A valveless micropump is designed and simulated for the controlled drug delivery system. Based on the fluid–solid interaction solution algorithm, an electro-solid-fluid coupled simulation about the valveless micropump is carried out by using ANSYS software. From the simulation and analysis, we may draw the following important conclusions:

  1. 1.

    The linear pressure-flow characteristics of the valveless micropump are obtained in good agreement with the experimental results (Olsson et al. 1995). The relationship between the maximum pump flow and the excitation voltage is linear. The larger the stroke volume of the pump membrane the better is the performance of the valveless micropump.

  2. 2.

    When the excitation frequency is in the range from 200 to 500 Hz, the micropump at the high excitation frequency can generate a larger pump flow. The central displacement of the pump membrane does not seem to be strongly affected by the excitation frequency.

  3. 3.

    The pump flow of the valveless micropump and the stroke volume of the pump membrane decrease when the thickness of the pump membrane increases, and if the thickness of the piezoelectric membrane is constant. The thickness of the pump membrane should be as thin as possible to improve the pump flow.

  4. 4.

    There is an optimal thickness of the piezoelectric membrane for the fixed thickness of the pump membrane under a constant electric field. The dimension of the pump membrane can strongly affect the optimal ratio of the piezoelectric membrane and the total thickness.

  5. 5.

    It is found that the PZT-5A actuator has the best performance among the three commonly used materials (SiO2, Si, and steel), and the optimal thicknesses for the three piezoelectric actuators do not seem to be significantly different. The variation of the pump membrane material may change the optimal thickness. The Young’s modulus of the pump membrane is the dominant sensitive factor on the pump flow, and the density and Poisson ratio have very little effects on the pump performance. As the Young’s modulus for SiO2 is the largest among the three materials, the micropump with the SiO2 membrane generates the largest pump flow.

  6. 6.

    The pump pressure decreases when the thickness of the pump membrane increases and the excitation voltage decreases. Hence, a thin pump membrane is good for the increase of the pump pressure. When the thickness of the pump membrane is 0.1 mm, an optimal value for the piezoelectric membrane/total thickness ratio is about 0.8, which is affected by the thickness variations of the pump membrane.
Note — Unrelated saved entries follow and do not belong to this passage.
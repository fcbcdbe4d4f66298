"""``[curve] total_cases`` with ``total_controls`` (case-control) or
``total_person_time`` (incidence rate): the study's totals for effective
counts when its table has no count columns (issue 10 item 4).

Check, derived: Hamling et al. (2008, Stat Med 27:954; from memory) fit
pseudo-counts to two side conditions, one of them the case ratio
sum(A)/sum(B). Given the totals, the reconstructed counts must have exactly
that ratio; without them the default (equal cases and non-cases, ratio 1)
holds instead. Inputs: a crude table built here from invented counts (odds
ratios and Woolf 95% CIs computed from them; Woolf 1955).
"""

from __future__ import annotations

import math

import numpy as np
import pytest

from doseattr.analysis.build import log_rr_covariance
from doseattr.analysis.config import analysis_from_dict
from doseattr.errors import InputError

A = np.array([120.0, 95.0, 88.0, 54.0, 30.0])  # invented cases by band
B = np.array([480.0, 310.0, 220.0, 105.0, 45.0])  # invented controls by band
EDGES = [0, 10, 20, 40, 80, None]


def _table() -> str:
    lines = ["lower,upper,rr,ci_lower,ci_upper"]
    for i in range(A.size):
        upper = "" if EDGES[i + 1] is None else EDGES[i + 1]
        if i == 0:
            lines.append(f"{EDGES[i]},{upper},1,,")
            continue
        odds = float(A[i] * B[0] / (A[0] * B[i]))
        se = math.sqrt(1 / A[i] + 1 / B[i] + 1 / A[0] + 1 / B[0])
        lo, hi = odds * math.exp(-1.959964 * se), odds * math.exp(1.959964 * se)
        lines.append(f"{EDGES[i]},{upper},{odds!r},{lo!r},{hi!r}")
    return "\n".join(lines) + "\n"


def _analysis(tmp_path, **curve):
    (tmp_path / "bands.csv").write_text(_table())
    c = {"table": "bands.csv", "design": "case-control", "model": "log-linear",
         "covariance": "effective-counts", "max_dose": 100.0, **curve}
    return analysis_from_dict({"unit": "ug/m3", "curve": c,
                               "exposure": {"gm": 10.0, "gsd": 2.0}}, base_dir=tmp_path)


def test_the_totals_set_the_case_ratio(tmp_path):
    a = _analysis(tmp_path, total_cases=float(A.sum()), total_controls=float(B.sum()))
    cov, _, notes = log_rr_covariance(a.curve, a.curve.table)
    assert cov.method == "effective-counts"
    ratio = cov.pseudo_cases.sum() / cov.pseudo_totals.sum()
    assert ratio == pytest.approx(A.sum() / B.sum(), rel=1e-8)
    assert any("case ratio" in n and "total cases" in n for n in notes)


def test_without_them_the_default_ratio_holds(tmp_path):
    a = _analysis(tmp_path)
    cov, _, _ = log_rr_covariance(a.curve, a.curve.table)
    ratio = cov.pseudo_cases.sum() / cov.pseudo_totals.sum()
    assert ratio == pytest.approx(1.0, rel=1e-6)


@pytest.mark.parametrize("curve, key", [
    ({"total_cases": 387.0, "covariance": "independent"}, "total_cases"),
    ({"total_person_time": 1e5}, "total_person_time"),
    ({"total_cases": -3.0}, "total_cases"),
])
def test_misplaced_totals_are_refused(tmp_path, curve, key):
    with pytest.raises(InputError, match=rf"\[curve\] key '{key}'"):
        _analysis(tmp_path, **curve)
Though the development of MEMS devices is advancing rapidly, the integration of different devices is still challenging. Our future work will focus on this aspect. Meanwhile, we will fabricate the optimized design of the valveless micropump and integrate it into the controlled drug delivery system for in vitro injection of diabetics and characterize them by experiments. In addition, we will also investigate how to solve the low backpressure resistance at the system-level.